Una mujer muy joven, teñida de rubio, que debía tener unos treinta y cinco años, golpeaba el suelo rítmicamente con el pie en estado de excitación piscomotriz. Sólo cuando empezó a hablar Esmé se fijó con más detalle en la pareja de ancianos vestidos de forma modesta y anticuada que se sentaban a su lado. En un entorno en el que la angustia y la culpa eran las sensaciones más compartidas, se destacaba la nota de odio contenido en la voz de la chica. Estaba allí para tratar de ayudar a su marido, y se quejaba amargamente de la incomprensión de sus suegros, los únicos que tenían en sus manos la posibilidad de salvarlo y sin embargo lo abandonaban a la droga. Los dos viejitos empezaron a hablar. Expusieron su causa interrumpiéndose, muy afligidos y con un fuerte acento gallego.

—Él tiene esa enfermedad, pero es nuestro hijo. ¿Qué podemos hacer? —decían—. ¡Nosotros lo queremos igual!

—¡Pero lo quieren mal! ¡Ustedes no le controlan la plata! ¡Él no puede tocar plata! ¿No se dan cuenta para qué la usa?

—¿Y cómo, por Dios, cómo vamos a controlarle la plata? —se preguntaban los viejos—. ¡Si él es el que maneja el negocio!

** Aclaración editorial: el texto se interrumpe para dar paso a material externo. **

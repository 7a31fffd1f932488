import { sql } from 'drizzle-orm';
import type { ParameterKey } from '@shared/parameters/keys';
import { checkStoredValue } from '@shared/parameters/units';
import {
  deviceReadingInput,
  maxDeviceBatch,
  type IngestRejectionReason,
  type IngestResult,
} from '@shared/schemas/readings';
import type { AppDeps } from '../deps';
import { groupCommit } from '../lib/group-commit';
import { commitReadingsStatement, timeProblem, timeProblemMessage, type StoredReading } from './readings';
import type { Db } from '../db/client';
import { HttpError } from '../lib/http-error';
import type { DeviceIdentity } from './devices';

export interface DeviceRow {
  parameter: ParameterKey;
  value: number;
  entered: number;
  unit: string;
  measuredAt: Date;
}

/** A device's last_seen_at moves at most once a minute: the stale-device sweep needs no finer. */
const lastSeenStepMs = 60_000;

/** One request's checked readings, waiting to be stored with the others of its group. */
export interface DeviceBatch {
  device: DeviceIdentity;
  rows: readonly DeviceRow[];
}

/**
 * Device batches that arrive while others are being stored are stored together: one statement and
 * one commit for the group, then one alert pass for all its tanks (see `groupCommit`). Two groups
 * may be on their way at once, so the next one gathers while the last one's alerts are judged.
 */
const ingestGroups = { maxInFlight: 2, maxReadings: 5 * maxDeviceBatch } as const;

/**
 * The group's batches in one statement, so one transaction without BEGIN and COMMIT: the rows go in
 * as one array per column (no per-row work in the query builder), the unique index drops what is
 * already stored, and the trigger on readings keeps the latest readings and the rollups in the same
 * statement. The devices' last_seen_at ride along. Returns each batch's new readings, in order.
 */
async function storeDeviceBatches(
  db: Pick<Db, 'execute'>,
  batches: readonly DeviceBatch[],
  now: Date,
): Promise<StoredReading[][]> {
  // The same reading in two batches of the group (a device re-sending while its first request is
  // still on its way) is offered once, by the first; the index would keep only one of them anyway.
  const owner = new Map<string, number>();
  const rows: (DeviceRow & { device: DeviceIdentity })[] = [];
  const keyOf = (deviceId: string, parameter: string, at: number) => `${deviceId} ${parameter} ${at}`;
  batches.forEach(({ device, rows: batch }, index) => {
    for (const row of batch) {
      const key = keyOf(device.id, row.parameter, row.measuredAt.getTime());
      if (owner.has(key)) continue;
      owner.set(key, index);
      rows.push({ ...row, device });
    }
  });
  const stored = batches.map((): StoredReading[] => []);
  const deviceIds = [...new Set(batches.map((batch) => batch.device.id))];
  const result = await db.execute<{
    device_id: string;
    parameter: ParameterKey;
    value: number;
    measured_at: string;
  }>(sql`
    with seen as (
      update devices set last_seen_at = ${now.toISOString()}::timestamptz
      where id = any(${sql.param(deviceIds)}::uuid[])
        and (last_seen_at is null or last_seen_at < ${new Date(now.getTime() - lastSeenStepMs).toISOString()}::timestamptz)
    )
    insert into readings (company_id, tank_id, device_id, source, parameter, value, entered_value, entered_unit, measured_at)
    select r.company_id, r.tank_id, r.device_id, 'device', r.parameter, r.value, r.entered, r.unit, r.measured_at
    from unnest(
      ${sql.param(rows.map((row) => row.device.companyId))}::uuid[],
      ${sql.param(rows.map((row) => row.device.tankId))}::uuid[],
      ${sql.param(rows.map((row) => row.device.id))}::uuid[],
      ${sql.param(rows.map((row) => row.parameter))}::parameter_key[],
      ${sql.param(rows.map((row) => row.value))}::float8[],
      ${sql.param(rows.map((row) => row.entered))}::float8[],
      ${sql.param(rows.map((row) => row.unit))}::text[],
      ${sql.param(rows.map((row) => row.measuredAt.toISOString()))}::timestamptz[]
    ) as r(company_id, tank_id, device_id, parameter, value, entered, unit, measured_at)
    on conflict (device_id, parameter, measured_at) where device_id is not null do nothing
    returning device_id, parameter, value, measured_at`);
  for (const row of result.rows) {
    const measuredAt = new Date(row.measured_at);
    const index = owner.get(keyOf(row.device_id, row.parameter, measuredAt.getTime()))!;
    stored[index]!.push({ parameter: row.parameter, value: row.value, measuredAt, source: 'device' });
  }
  return stored;
}

/**
 * Stores a group of batches and judges their tanks; each batch answers how many of its readings were
 * new, or the error that kept it out. (Exported for tests, which build groups the timing would not.)
 */
export async function writeDeviceGroup(
  deps: AppDeps,
  batches: DeviceBatch[],
): Promise<PromiseSettledResult<number>[]> {
  try {
    return await commitReadingsStatement(deps, async (db) => {
      const stored = await storeDeviceBatches(db, batches, deps.clock());
      const byTank = new Map<string, StoredReading[]>();
      batches.forEach(({ device }, index) => {
        byTank.set(device.tankId, [...(byTank.get(device.tankId) ?? []), ...stored[index]!]);
      });
      return {
        stored: byTank,
        result: stored.map((list) => ({ status: 'fulfilled' as const, value: list.length })),
      };
    });
  } catch (error) {
    if (batches.length === 1) throw error;
    // One batch can fail the statement for all (its tank deleted a moment ago): each goes alone,
    // so only that one fails. (Judging never throws: the readings are stored by then.)
    return Promise.all(
      batches.map((batch) =>
        writeDeviceGroup(deps, [batch]).then(
          ([result]) => result!,
          (reason: unknown): PromiseRejectedResult => ({ status: 'rejected', reason }),
        ),
      ),
    );
  }
}

const writers = new WeakMap<AppDeps, (batch: DeviceBatch) => Promise<number>>();

function writerFor(deps: AppDeps) {
  let writer = writers.get(deps);
  if (!writer) {
    writer = groupCommit((batches: DeviceBatch[]) => writeDeviceGroup(deps, batches), {
      maxInFlight: ingestGroups.maxInFlight,
      maxSize: ingestGroups.maxReadings,
      sizeOf: (batch) => batch.rows.length,
    });
    writers.set(deps, writer);
  }
  return writer;
}

function shapeReason(path: PropertyKey | undefined): IngestRejectionReason {
  if (path === 'parameter') return 'unknown-parameter';
  if (path === 'unit') return 'unknown-unit';
  return 'invalid';
}

/**
 * Stores a device's batch. Each reading is judged on its own: bad ones are listed by index and
 * reason while the good ones are kept. Re-sending is harmless: duplicates inside the batch are
 * dropped first, and the unique index on (device, parameter, measured_at) with ON CONFLICT DO
 * NOTHING drops the ones already stored, also against a concurrent request with the same
 * readings. The new readings' alerts are raised after the commit, before this returns; batches of
 * other devices arriving meanwhile share the statement and the alert pass (`ingestGroups`).
 */
export async function ingestReadings(
  deps: AppDeps,
  device: DeviceIdentity,
  batch: readonly unknown[],
): Promise<IngestResult> {
  if (batch.length > maxDeviceBatch) {
    throw new HttpError(413, 'batch_too_large', `Send at most ${maxDeviceBatch} readings per request.`);
  }
  const now = deps.clock();
  const existsFrom = device.tankExistsFrom;

  const rejected: IngestResult['rejected'] = [];
  const seen = new Set<string>();
  const rows: DeviceRow[] = [];
  let duplicate = 0;
  batch.forEach((raw, index) => {
    const parsed = deviceReadingInput.safeParse(raw);
    if (!parsed.success) {
      const issue = parsed.error.issues[0]!;
      const field = issue.path[0];
      rejected.push({
        index,
        reason: shapeReason(field),
        message: field === undefined ? issue.message : `${String(field)}: ${issue.message}`,
      });
      return;
    }
    const reading = parsed.data;
    const measuredAt = new Date(reading.measuredAt);
    const problem = timeProblem(measuredAt, existsFrom, now);
    if (problem) {
      rejected.push({ index, reason: problem, message: timeProblemMessage(problem, existsFrom) });
      return;
    }
    const stored = checkStoredValue(reading.parameter, reading.value, reading.unit);
    if (!stored.ok) {
      rejected.push({
        index,
        reason: stored.field === 'unit' ? 'unknown-unit' : 'implausible',
        message: stored.message,
      });
      return;
    }
    // Times are kept to the millisecond, so two readings that differ by less are one reading.
    const key = `${reading.parameter}@${measuredAt.getTime()}`;
    if (seen.has(key)) {
      duplicate += 1;
      return;
    }
    seen.add(key);
    rows.push({
      parameter: reading.parameter,
      value: stored.value,
      entered: reading.value,
      unit: reading.unit,
      measuredAt,
    });
  });

  const accepted = await writerFor(deps)({ device, rows });
  return { accepted, duplicate: duplicate + rows.length - accepted, rejected };
}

Se los veía frágiles, no entendían, trataban de atajarse la catarata de bronca que su nuera descargaba sobre ellos. Ella trataba de salvar su pareja, pero si fracasaba, se iría, pensó Esmé. Los padres seguirían encadenados a su hijo, sano o enfermo, hasta la muerte.

Después de las tres reuniones, a través de las historias que escuchaba, tan diferentes de la suya, Esmé se persuadió de que Natalia había dicho la verdad. A veces fumaba marihuana, pero la cocaína, cualquiera fuera el sentido de esas palabras, no era lo suyo. Y el Proyecto Alegría era más de lo que Esmé podía o quería llevar adelante en esas circunstancias.